Why is Apple Building “Yahoo Directories for Mobile”?

In the early days of the App Store, search wasn’t really that important. With relatively few apps (and very few good apps), the directory/browse experience was ideal. For those of you who were around/pubescent during dotcom #1, that might remind you of a nimble upstart at the time– Yahoo. They proposed to categorize and organize all of the worthwhile content on the internet and did a truly outstanding job– for a while. Eventually, the web got too big and Yahoo Directory collapsed under it.

Enter: Apple. Proposing to categorize and organize all of the world’s apps. You can see the cracks forming. So what will Google do?

Mark my words, Google will onebox mobile app results. Hell, it might (should?) add an “Apps” vertical. If it did, it’d almost instant eclipse the App store in importance for most developers.

I know, I know.  It’s a bold prediction.  Hear me out.

Google has been working on search innovation for a decade and they’re getting damn good at ferreting out intent from your search queries.  In recent years, they’ve done what’s called oneboxing.  If they can confidently guess what information you want (or at least what search vertical you’re interested in), they tack it onto the top of the search results.  You’ve seen it thousands of time now.  Search for “weather seattle”, a stock ticker symbol like AAPL, or append the word “video” to any search.  Despite their brutal campaign against the folks in the world of SEO, Google is still better at search than anybody.

If you’re searching in a mobile browser for “Angry Birds”, there’s a pretty good chance that you’re looking to download it– and Google can trivially know what platform you’re searching on and which version might be best for you.  If you search for “currency converter” from your mobile phone are you well-served with a JavaScript-driven converter on an ad-infested web page (or worse yet, a non-functioning Flash/Java applet)?  Or would you be better served with a link to the best native app for the job?

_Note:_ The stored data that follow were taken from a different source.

//! A loaded velocity table, held on the wasm side so the page parses it once.

use eccaudit_core::audit::data_fingerprint;
use eccaudit_core::model::RvModel;
use eccaudit_core::orbit::OrbitalElements;
use eccaudit_core::table::{parse_table, ReadOptions, TimeSpec, VelocityTable, VelocityUnit};
use eccaudit_plot::{ModelCurve, VelocityFigure, VelocitySeries};
use serde::{Deserialize, Serialize};
use wasm_bindgen::prelude::*;
use web_sys::HtmlCanvasElement;

use crate::render;
use crate::{js_error, to_js};

/// Points in a model curve drawn over the data: at least this many…
const MIN_CURVE_POINTS: usize = 2000;
/// …and enough for this many per orbital period, up to a cap.
const CURVE_POINTS_PER_PERIOD: f64 = 60.0;
const MAX_CURVE_POINTS: usize = 20_000;

/// Elements of a model curve typed into the page (one companion, one γ).
#[derive(Debug, Clone, Deserialize)]
pub struct CurveElements {
    /// Period [d].
    pub period: f64,
    /// Semi-amplitude [m/s].
    pub semi_amplitude: f64,
    /// Eccentricity.
    pub ecc: f64,
    /// Argument of periastron [degrees].
    pub omega_deg: f64,
    /// Time of periastron [d, the table's convention].
    pub t_peri: f64,
    /// Systemic velocity added to every instrument [m/s].
    pub gamma: f64,
}

/// Which table a result belongs to: its row count and the SHA-256 of the values a fit reads
/// (times, velocities, uncertainties, instrument of each row, instrument names), so a fit made
/// from the same text in a worker is recognised, and one made for another table is refused.
#[derive(Debug, Clone, PartialEq, Eq, Serialize, Deserialize)]
pub(crate) struct TableIdentity {
    /// Number of measurements.
    pub n_rows: usize,
    /// SHA-256 (lower-case hex) of the values, as little-endian bytes in row order.
    pub sha256: String,
}

/// A parsed velocity table.
#[wasm_bindgen]
pub struct Dataset {
    table: VelocityTable,
    /// The last successful least-squares fit of this table (see `fit.rs`).
    fit: Option<crate::fit::StoredFit>,
}

/// An empty string means "not chosen"; anything else must parse.
fn optional<T: std::str::FromStr>(text: &str) -> Result<Option<T>, JsValue>
where
    T::Err: std::fmt::Display,
{
    let text = text.trim();
    if text.is_empty() {
        Ok(None)
    } else {
        text.parse().map(Some).map_err(js_error)
    }
}

#[wasm_bindgen]
impl Dataset {
    /// Parse `text` (the contents of `source_name`). `velocity_unit` and
    /// `time_convention` are the page's menus: empty means "from the header".
    pub fn parse(
        text: &str,
        source_name: &str,
        velocity_unit: &str,
        time_convention: &str,
    ) -> Result<Dataset, JsValue> {
        let options = ReadOptions {
            source_name: source_name.to_string(),
            velocity_unit: optional::<VelocityUnit>(velocity_unit)?,
            time: optional::<TimeSpec>(time_convention)?,
            delimiter: None,
        };
        let table = parse_table(text, &options).map_err(js_error)?;
        Ok(Dataset { table, fit: None })
    }

    /// The table summary (`TableSummary` of the core, as a plain object).
    pub fn summary(&self) -> Result<JsValue, JsValue> {
        to_js(&self.table.summary())
    }

    /// Number of measurements.
    #[wasm_bindgen(getter, js_name = nRows)]
    pub fn n_rows(&self) -> usize {
        self.table.n_rows()
    }

    /// Draw the velocities on `canvas`, with a model curve when `model` is
    /// an object of [`CurveElements`] (`null`/`undefined` for none).
    pub fn draw(&self, canvas: HtmlCanvasElement, model: JsValue) -> Result<(), JsValue> {
        render::on_canvas(&self.velocity_figure(model)?, canvas)
    }

    /// The same figure as [`Dataset::draw`], as SVG text of `width` × `height` pixels.
    #[wasm_bindgen(js_name = drawSvg)]
    pub fn draw_svg(&self, width: u32, height: u32, model: JsValue) -> Result<String, JsValue> {
        render::to_svg(&self.velocity_figure(model)?, width, height)
    }
}

impl Dataset {
    /// The velocity figure, with the typed-in model curve when `model` is not null.
    fn velocity_figure(&self, model: JsValue) -> Result<VelocityFigure, JsValue> {
        let curve = if model.is_null() || model.is_undefined() {
            None
        } else {
            let elements: CurveElements =
                serde_wasm_bindgen::from_value(model).map_err(js_error)?;
            Some(self.model_curve(&elements).map_err(js_error)?)
        };
        Ok(VelocityFigure {
            series: self.series(),
            curve,
            time_label: self.time_label(),
        })
    }

    fn series(&self) -> Vec<VelocitySeries> {
        let table = &self.table;
        let mut series: Vec<VelocitySeries> = table
            .instrument_names()
            .iter()
            .map(|name| VelocitySeries {
                name: name.clone(),
                ..Default::default()
            })
            .collect();
        for row in 0..table.n_rows() {
            let s = &mut series[table.instrument_index()[row]];
            s.time.push(table.times()[row]);
            s.velocity.push(table.velocities()[row]);
            s.uncertainty.push(table.uncertainties()[row]);
        }
        series
    }

    pub(crate) fn table(&self) -> &VelocityTable {
        &self.table
    }

    /// This table's [`TableIdentity`].
    pub(crate) fn identity(&self) -> TableIdentity {
        let table = &self.table;
        let mut bytes = Vec::with_capacity(32 * table.n_rows());
        for column in [table.times(), table.velocities(), table.uncertainties()] {
            for value in column {
                bytes.extend_from_slice(&value.to_le_bytes());
            }
        }
        for &instrument in table.instrument_index() {
            bytes.extend_from_slice(&(instrument as u64).to_le_bytes());
        }
        for name in table.instrument_names() {
            bytes.extend_from_slice(&(name.len() as u64).to_le_bytes());
            bytes.extend_from_slice(name.as_bytes());
        }
        TableIdentity {
            n_rows: table.n_rows(),
            sha256: data_fingerprint(&bytes),
        }
    }

    pub(crate) fn stored_fit(&self) -> Option<&crate::fit::StoredFit> {
        self.fit.as_ref()
    }

    pub(crate) fn set_fit(&mut self, fit: Option<crate::fit::StoredFit>) {
        self.fit = fit;
    }

    pub(crate) fn time_label(&self) -> String {
        self.table.time_convention().label()
    }

    /// The typed-in model sampled over the table's span.
    fn model_curve(&self, elements: &CurveElements) -> Result<ModelCurve, String> {
        let companion = OrbitalElements::new(
            elements.period,
            elements.semi_amplitude,
            elements.ecc,
            elements.omega_deg.to_radians(),
            elements.t_peri,
        )
        .map_err(|e| e.to_string())?;
        let times = self.table.times();
        let (first, last) = (times[0], times[times.len() - 1]);
        let pad = 0.03 * (last - first).max(1.0);
        let (start, end) = (first - pad, last + pad);
        let model = RvModel::new(vec![companion], vec![elements.gamma], 0.0, start)
            .map_err(|e| e.to_string())?;
        let per_period = (CURVE_POINTS_PER_PERIOD * (end - start) / elements.period).ceil();
        let n_points = (per_period as usize).clamp(MIN_CURVE_POINTS, MAX_CURVE_POINTS);
        let time: Vec<f64> = (0..n_points)
            .map(|i| start + (end - start) * i as f64 / (n_points - 1) as f64)
            .collect();
        let mut velocity = vec![0.0; time.len()];
        model
            .velocities_one_instrument(&time, 0, &mut velocity)
            .map_err(|e| e.to_string())?;
        Ok(ModelCurve { time, velocity })
    }
}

You’re probably as disgusted with App Store search as I am– it’s fine for brand searches (like “Angry Birds”) but painfully bad for category searches.  The App Store is using ridiculous algorithms, forcing developers to stuff keywords into titles and giving us the equivalent of meta-keywords to help our cause.  Hell, the App Store even uses the developer’s company name as a meaningful factor (congratulations, Currency Converter, Inc., your shot at ranking for that search term just went up!).

What it should do (which would require a Google-sized index of the web) is the same thing that Google does– rank based on number of links (to the app store page), the quality of those links, and the anchor text used for those links.  It could also layer in social data, ratings, active usage data, and other things that only Apple has at their fingertips.  But they probably won’t– Apple is not a search company.

But Google is.  They could be a better way to find/buy apps almost overnight.  And it’d be a huge boon to app developers for all platforms.

The Rub

The big problem here, of course, is that Google will be helping Apple sell more apps (at least when people are viewing onebox results on an iPhone).  And Apple will still be hauling in their rapacious 30% (a fair fee if Apple is bringing the customer to the table– less so if all they are doing is handling the purchase/update process).  So even if Google includes a paid spot or two in their onebox, is there enough revenue room for Google make a buck?  With game developers paying $3-5 per install on the marketing front, I think so.  Outside of games, it’s a little less clear.

So what do you think.  Will Google do this?  If they do, would it be the right move? If Apple manages to do something productive with their Chomp acquisition, will it matter?

  • http://twitter.com/brookr brook riggio

    Great idea! I don’t really see Google going for it, from an idealogical perspective, though. I could see them listing Android apps, however.

    As an aside, it seems you suggesting that Apple, who manufactures, markets, distributes, and sells every device which a developer can target, is somehow *not* brining customers to the table? I’m having a hard time seeing that perspective.

    • http://www.rescuetime.com Anonymous

       You’d see it if you spent enough time with app developers.  The App Store drives a lot of downloads if you’re in the top 25.  It’s OK if you’re in the top 50.  It falls off pretty fast after that.  They can make their own rules, but I’m not thrilled that they get 30% of revenue for customers that *I* bring to the table (via word-of-mouth from building a quality app, spending marketing dollars, PR, blog posts, etc).  Because our app isn’t in the top 50, I’m not sure how much they bring to the table, but I honestly think it’s near-zero.

      30% is a fair lead-gen tax.  It’s less fair for what I (and many other devs) get.  It’s akin to Google charging 30% for being in their index (even if you’re page 21 of search results for the keywords you care about), with your only option being de-listing yourself if you don’t want to pay.  That’s not a perfect analogy– Apple also handles delivery, updates, and ecommerce.